In deze uitspraak van de Rechtbank Zeeland-West-Brabant op 24 januari 2024, wordt het beroep van belanghebbende tegen de beslissing van de inspecteur van de Belastingdienst inzake de kostenvergoeding voor de bezwaarfase van een aanslag schenkbelasting beoordeeld. De rechtbank concludeert dat er geen sprake is van 'bijzondere omstandigheden' zoals bedoeld in artikel 2, derde lid van het Besluit proceskosten bestuursrecht (Bpb). Dit betekent dat de forfaitaire kostenvergoeding die door de inspecteur is toegekend, in stand blijft.
De zaak betreft een schenkbelastingaanslag die op naam van 'Erven [naam]' is gesteld, na de schenking van een woning aan de heer [erflater]. Belanghebbende, als enig erfgenaam, heeft bezwaar gemaakt tegen de voorlopige aanslag en later tegen de definitieve aanslag. De rechtbank behandelt de argumenten van belanghebbende die stellen dat de inspecteur onzorgvuldig heeft gehandeld en dat er bijzondere omstandigheden zijn die een hogere kostenvergoeding rechtvaardigen.

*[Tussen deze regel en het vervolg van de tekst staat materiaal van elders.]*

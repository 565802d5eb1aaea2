import { OXYGEN_LINES, WATER_LINES } from './gasLines.ts'

/** Where the gas model holds, GHz; below 1 GHz it is computed all the same and marked outside the Recommendation. */
export const GAS_LIMITS = { frequencyGHz: { low: 1, high: 350 } } as const
/** Reference surface air: 15 °C, 1013.25 hPa dry, 7.5 g/m³ of vapour. */
export const REFERENCE_AIR = { dryPressureHpa: 1013.25, temperatureK: 288.15, vapourGM3: 7.5 } as const
export interface Air {
  readonly dryPressureHpa: number
  readonly temperatureK: number
  readonly vapourGM3: number
}
export interface GasLoss {
  /** One way, dB/km. */
  readonly oxygenDbKm: number
  readonly waterDbKm: number
}

/**
 * Specific attenuation by oxygen and water vapour, one way, dB/km, line by line. `frequencyGHz` above 0 (Recommendation: 1 to 350 GHz).
 * Source: Recommendation ITU-R P.676-12, Annex 1, equations 1 to 9 and Tables 1 and 2.
 */
export function gasLossDbKm(frequencyGHz: number, air: Air = REFERENCE_AIR): GasLoss {
  const f = frequencyGHz
  const p = air.dryPressureHpa
  const theta = 300 / air.temperatureK
  const e = (air.vapourGM3 * air.temperatureK) / 216.7
  let oxygen = 0
  for (const [f0, a1, a2, a3, a4, a5, a6] of OXYGEN_LINES) {
    const strength = a1 * 1e-7 * p * theta ** 3 * Math.exp(a2 * (1 - theta))
    const width = Math.hypot(a3 * 1e-4 * (p * theta ** (0.8 - a4) + 1.1 * e * theta), Math.sqrt(2.25e-6))
    const mixing = (a5 + a6 * theta) * 1e-4 * (p + e) * theta ** 0.8
    oxygen += strength * lineShape(f, f0, width, mixing)
  }
  const d = 5.6e-4 * (p + e) * theta ** 0.8
  oxygen += f * p * theta ** 2 * (6.14e-5 / (d * (1 + (f / d) ** 2)) + (1.4e-12 * p * theta ** 1.5) / (1 + 1.9e-5 * f ** 1.5))
  let water = 0
  for (const [f0, b1, b2, b3, b4, b5, b6] of WATER_LINES) {
    const strength = b1 * 0.1 * e * theta ** 3.5 * Math.exp(b2 * (1 - theta))
    const pressure = b3 * 1e-4 * (p * theta ** b4 + b5 * e * theta ** b6)
    const width = 0.535 * pressure + Math.sqrt(0.217 * pressure ** 2 + (2.1316e-12 * f0 ** 2) / theta)
    water += strength * lineShape(f, f0, width, 0)
  }
  return { oxygenDbKm: 0.182 * f * oxygen, waterDbKm: 0.182 * f * water }
}

function lineShape(f: number, f0: number, width: number, mixing: number): number {
  const below = f0 - f
  const above = f0 + f
  return (f / f0) * ((width - mixing * below) / (below ** 2 + width ** 2) + (width - mixing * above) / (above ** 2 + width ** 2))
}

/** Scale heights of oxygen and water vapour, m. Common practice, from memory. */
export const GAS_SCALE_HEIGHTS_M = { oxygen: 6000, water: 2000 } as const

/**
 * Two-way gas loss along a straight ray, dB, from a height to another over a slant range; losses fall off exponentially with height (scale
 * heights from memory) and the height is taken linear along the ray.
 */
export function twoWayGasLossDb(surface: GasLoss, fromHeightM: number, toHeightM: number, slantRangeM: number): number {
  const km = slantRangeM / 1000
  return (
    2 *
    km *
    (surface.oxygenDbKm * meanDecay(fromHeightM, toHeightM, GAS_SCALE_HEIGHTS_M.oxygen) +
      surface.waterDbKm * meanDecay(fromHeightM, toHeightM, GAS_SCALE_HEIGHTS_M.water))
  )
}

/** Mean of exp(−h/H) for h even between two heights; below sea level the surface value is held. */
function meanDecay(fromM: number, toM: number, scaleM: number): number {
  const a = Math.max(0, fromM) / scaleM
  const b = Math.max(0, toM) / scaleM
  return Math.abs(b - a) < 1e-6 ? Math.exp(-a) : (Math.exp(-a) - Math.exp(-b)) / (b - a)
}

De rechtbank oordeelt dat de inspecteur niet verwijtbaar heeft gehandeld, ondanks de onjuiste tenaamstelling op de aanslag, en dat de argumenten van belanghebbende niet leiden tot een vergoeding van de werkelijke kosten. De rechtbank wijst ook het verzoek om immateriële schadevergoeding af, omdat de redelijke termijn voor de behandeling van de zaak niet is overschreden. De beslissing van de inspecteur blijft dus in stand, met de verplichting om wettelijke rente te vergoeden over de toegekende kostenvergoeding van € 265.